As we have already mentioned, the main and first step is to recognize the problem. Step two is to seek professional help. Today there are many treatments and therapies for counterdependence that make you realize the value of a close relationship with a person.

Psychologists work with counterdependent people in four main areas, the choice of which depends on the individual case.

Working with fears

Learning to confront your fears is an important part of counterdependency therapy. You may be wondering, what kind of fear might a counterdependent person have? Here it is appropriate to remember that counterdependence is also called "fear of intimacy. Counterdependent people are afraid of what they want most. So, a psychologist helps you deal with your fears and learn how to counteract them. He will teach you to question the thinking that keeps you from interacting with others and help you take the first step toward connecting with others. You will soon find that you develop the ability to trust people.

Work on developing positive attitudes

You may have connected your current relationship problems with negative childhood experiences. In this case, a psychologist can help you begin to form a positive attitude in your life in order to move away from the negative aspects of any relationship. The best part is that you can learn to form a positive attitude at any point in your life to see positive changes and get rid of your counterdependency.

Working on the ability to communicate with other people

This would seem to be the best way to deal with counterdependence. Just start communicating with others and establish a healthy addiction. But it's not as easy as you'd like it to be. A psychologist will not just tell you that you need to communicate more with others, but will offer you a workable plan of action that will lead to the desired result.
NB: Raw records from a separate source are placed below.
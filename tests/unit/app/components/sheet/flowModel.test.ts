import { readFileSync } from "node:fs";
import { describe, expect, it } from "vitest";
import { validateNetwork, type Network } from "#solver/schema.ts";
import { placePart } from "#app/components/sheet/sheetEdits.ts";
import {
  applyMoves,
  busAt,
  documentToFlow,
  freeSpotNear,
  parseWireId,
  sheetGeometry,
  wireId,
  type SheetContent,
} from "#app/components/sheet/flowModel.ts";
import { chainNetwork, crowdedBusNetwork, starNetwork } from "../../../largeNetworks.ts";

function demo(): Network {
  const parsed = validateNetwork(JSON.parse(readFileSync("tests/fixtures/tarn-head-calder-flats.json", "utf8")));
  if (!parsed.ok) throw new Error("demo network does not validate");
  return parsed.network;
}

describe("document to flow", () => {
  const doc = demo();
  const { nodes, edges } = documentToFlow(doc, {});

  it("draws one node per element and one wire per bus reference", () => {
    expect(nodes).toHaveLength(6 + 1 + 2 + 3 + 2 + 1);
    // references: 1 source + 2×2 transformers + 3×2 lines + 2 loads + 1 shunt
    expect(edges).toHaveLength(1 + 4 + 6 + 2 + 1);
    const busIds = new Set(doc.buses.map((b) => b.id));
    for (const edge of edges) {
      expect(busIds.has(edge.target)).toBe(true);
      expect(edge.targetHandle).toBe("bar");
      expect(edge.id).toBe(wireId(edge.source, edge.sourceHandle as never));
    }
    const hv = edges.find((e) => e.id === "t-calder~hv")!;
    expect(hv.target).toBe("b-calder-66");
  });

  it("puts busbars where the document says and hangs elements beside them", () => {
    const at = (id: string) => nodes.find((n) => n.id === id)!.position;
    expect(at("b-tarn-66")).toEqual({ x: 240, y: 0 });
    expect(at("b-mine")).toEqual({ x: 960, y: -120 });
    // transformer and line halfway between their buses
    expect(at("t-tarn")).toEqual({ x: 120, y: 0 });
    expect(at("l-mine")).toEqual({ x: 840, y: -60 });
    // the source on the left of its bus, loads on the right
    expect(at("g-tarn").x).toBeLessThan(0);
    expect(at("ld-mine").x).toBeGreaterThan(960);
    expect(at("ld-mine").y).toBe(-120);
  });

  it("turns terminals towards their buses", () => {
    const sides = (id: string) => nodes.find((n) => n.id === id)!.data.sides;
    // Tarn Head step-up: the 66 kV bus is to the right of the 11 kV bus
    expect(sides("t-tarn")).toEqual({ hv: "right", lv: "left" });
    expect(sides("t-calder")).toEqual({ hv: "left", lv: "right" });
    expect(sides("g-tarn")).toEqual({ t: "right" });
    expect(sides("ld-town")).toEqual({ t: "left" });
  });

  it("routes wires straight onto the busbar and grows the bar to reach them", () => {
    const wire = edges.find((e) => e.id === "t-tarn~hv")!;
    // terminal at the transformer's right edge (120 + 84/2), landing on the bar's left face (240 − 3)
    expect(wire.data!.points).toEqual([
      { x: 162, y: 0 },
      { x: 237, y: 0 },
    ]);
    const calder = nodes.find((n) => n.id === "b-calder-11")!;
    // wires to the two feeders land 60 px above and below the bus centre
    expect(calder.data.bar!.top).toBeLessThanOrEqual(-60 - 3);
    expect(calder.data.bar!.bottom).toBeGreaterThanOrEqual(60 + 3);
    expect(calder.height).toBe(2 * Math.max(-calder.data.bar!.top, calder.data.bar!.bottom));
    // a bar reaches only as far as its wires: the mine bus's feeder arrives from below its centre
    const mine = nodes.find((n) => n.id === "b-mine")!;
    expect(mine.data.bar!.top).toBe(-40);
    expect(mine.data.bar!.bottom).toBeGreaterThanOrEqual(60);
  });

  it("marks selected nodes and wires and leaves the document untouched", () => {
    const before = JSON.stringify(doc);
    const flow = documentToFlow(doc, {}, { selection: new Set(["b-town", "l-town~to"]) });
    expect(flow.nodes.filter((n) => n.selected).map((n) => n.id)).toEqual(["b-town"]);
    expect(flow.edges.filter((e) => e.selected).map((e) => e.id)).toEqual(["l-town~to"]);
    expect(JSON.stringify(doc)).toBe(before);
  });

  it("reads wire ids back", () => {
    expect(parseWireId("t-tarn~hv")).toEqual({ elementId: "t-tarn", terminal: "hv" });
    expect(parseWireId("a~b~from")).toEqual({ elementId: "a~b", terminal: "from" });
    expect(parseWireId("b-town")).toBeUndefined();
    expect(parseWireId("x~nope")).toBeUndefined();
  });

  it("finds the busbar under a drop point", () => {
    const geometry = sheetGeometry(doc, {});
    expect(busAt(geometry, { x: 244, y: 10 })).toBe("b-tarn-66");
    expect(busAt(geometry, { x: 360, y: 0 })).toBeUndefined();
  });
});

describe("flow to document", () => {
  const content: SheetContent = { document: demo(), layout: {} };

  it("writes a moved bus into the document and carries its elements along", () => {
    const moved = applyMoves(content, { "b-mine": { x: 1000, y: -200 } });
    expect(moved.document.buses.find((b) => b.id === "b-mine")).toMatchObject({ x: 1000, y: -200 });
    expect(moved.layout).toEqual({});
    const load = documentToFlow(moved.document, moved.layout).nodes.find((n) => n.id === "ld-mine")!;
    expect(load.position).toEqual({ x: 1120, y: -200 });
  });

  it("keeps other elements' moves in the layout, not in the document", () => {
    const moved = applyMoves(content, { "ld-mine": { x: 1100, y: -80 } });
    expect(moved.document).toBe(content.document);
    expect(moved.layout["ld-mine"]).toEqual({ x: 140, y: 40 });
    const load = documentToFlow(moved.document, moved.layout).nodes.find((n) => n.id === "ld-mine")!;
    expect(load.position).toEqual({ x: 1100, y: -80 });
  });

  it("keeps a load's offset when it is dragged together with its bus", () => {
    const once = applyMoves(content, { "ld-mine": { x: 1100, y: -80 } });
    const both = applyMoves(once, { "b-mine": { x: 1060, y: -120 }, "ld-mine": { x: 1200, y: -80 } });
    expect(both.layout["ld-mine"]).toEqual({ x: 140, y: 40 });
  });
});

describe("default places beside busbars", () => {
  const load = (file: string) => {
    const parsed = validateNetwork(JSON.parse(readFileSync(`tests/fixtures/${file}`, "utf8")));
    if (!parsed.ok) throw new Error(`${file} does not validate`);
    return parsed.network;
  };

  for (const file of ["tarn-head-calder-flats.json", "hollin-moor-solar.json"]) {
    it(`keeps every element of ${file} at least a slot apart, labels included`, () => {
      const { nodes } = documentToFlow(load(file), {});
      // a node's box grown by its name above and its readings below (about 30 px each)
      const box = (n: (typeof nodes)[number]) => ({ id: n.id, l: n.position.x - n.width! / 2, r: n.position.x + n.width! / 2, t: n.position.y - n.height! / 2 - 30, b: n.position.y + n.height! / 2 + 30 });
      const parts = nodes.filter((n) => n.type !== "bus").map(box);
      for (const a of parts)
        for (const b of parts)
          if (a.id < b.id) expect(a.l < b.r && b.l < a.r && a.t < b.b && b.t < a.b, `${a.id} overlaps ${b.id}`).toBe(false);
    });
  }

  it("moves an infeed to the free side of its bar when a branch leaves on its usual side", () => {
    const { nodes } = documentToFlow(load("hollin-moor-solar.json"), {});
    const at = (id: string) => nodes.find((n) => n.id === id)!.position;
    // the export line arrives at the grid bus from the left, so the infeed hangs on the right
    expect(at("g-greyscar").x).toBeGreaterThan(at("b-greyscar").x);
    expect(at("g-greyscar").y).toBe(at("b-greyscar").y);
  });
});

describe("placing from the keyboard", () => {
  it("finds a free spot instead of dropping a part onto a busbar or a wire", () => {
    const doc = demo();
    const geometry = sheetGeometry(doc, {});
    // the centre of the Calder Flats 66 kV bus: taken by the bar and its wires
    const spot = freeSpotNear(geometry, { x: 480, y: 0 }, { width: 60, height: 40 });
    expect(spot).not.toEqual({ x: 480, y: 0 });
    const placed = placePart({ document: doc, layout: {} }, "capacitor", spot);
    const after = sheetGeometry(placed.document, placed.layout);
    expect(busAt(after, spot, 40)).toBeUndefined();
    // an empty corner is taken as it is
    expect(freeSpotNear(geometry, { x: 0, y: 600 }, { width: 60, height: 40 })).toEqual({ x: 0, y: 600 });
  });
});

// The drawing's geometry is derived on every edit, so it must stay linear at any size.
describe("document to flow at scale", () => {
  // Generous time for a loaded machine: the check is the answer; quadratic work would need hours.
  it("lays out a 50,000-bus chain and a 50,000-spur star: every element placed, one wire per reference", { timeout: 300_000 }, () => {
    for (const network of [chainNetwork(50_000), starNetwork(50_000)]) {
      const geometry = sheetGeometry(network, {});
      const elements = network.buses.length + network.sources.length + network.lines.length + network.loads.length;
      expect(geometry.centers.size).toBe(elements);
      expect(geometry.wires).toHaveLength(network.sources.length + 2 * network.lines.length + network.loads.length);
    }
  });

  it("places the loads of a bus with 20,000 of them, the first beside the bar and none on another's spot", { timeout: 300_000 }, () => {
    const network = crowdedBusNetwork(20_000);
    const geometry = sheetGeometry(network, {});
    const bar = geometry.busCenters.get("b1")!;
    expect(geometry.centers.get("ld0")).toEqual({ x: bar.x + 120, y: bar.y });
    const spots = new Set(network.loads.slice(0, 100).map((l) => JSON.stringify(geometry.centers.get(l.id))));
    expect(spots.size).toBe(100);
  });
});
Work on the development of empathy

Learning to understand other people's feelings and learn to empathize with them, to put yourself in their place is also an important step for counterdependent people. Learning how to do this is sometimes very difficult. But there are steps people can take to acknowledge their biases and move beyond their own worldview. By working with a therapist, you can go step by step in this direction, so that you can finally understand how the people around you feel and thus get rid of the counterdependency.

Of course, you can try all of the methods described above on your own, and it may work. But by contacting a specialist, you will greatly increase your chances of success. In the process of therapy, you will learn certain coping skills that will help you wean yourself off defense mechanisms and get rid of toxic patterns, as well as appreciate the value of having others in your life. The only important thing to remember is that change takes time! Don't expect to be healed after one session with a psychologist. Be patient and you will soon see positive changes in your life.

And lastly, let's deal with two more important issues:

Is it possible to build a strong relationship with a counter-dependent person?

If you find signs of counterdependence in your partner, do not despair. Practice shows that despite all of the above, a person with counterdependence is quite capable of appreciating and loving you. But much will depend on what you yourself are willing to give to the relationship. 

What are the pluses of counterdependence?

Counterdependent people are independent and charismatic. They do not depend on other people's opinions and are often very hardworking. They often become professionals in their field.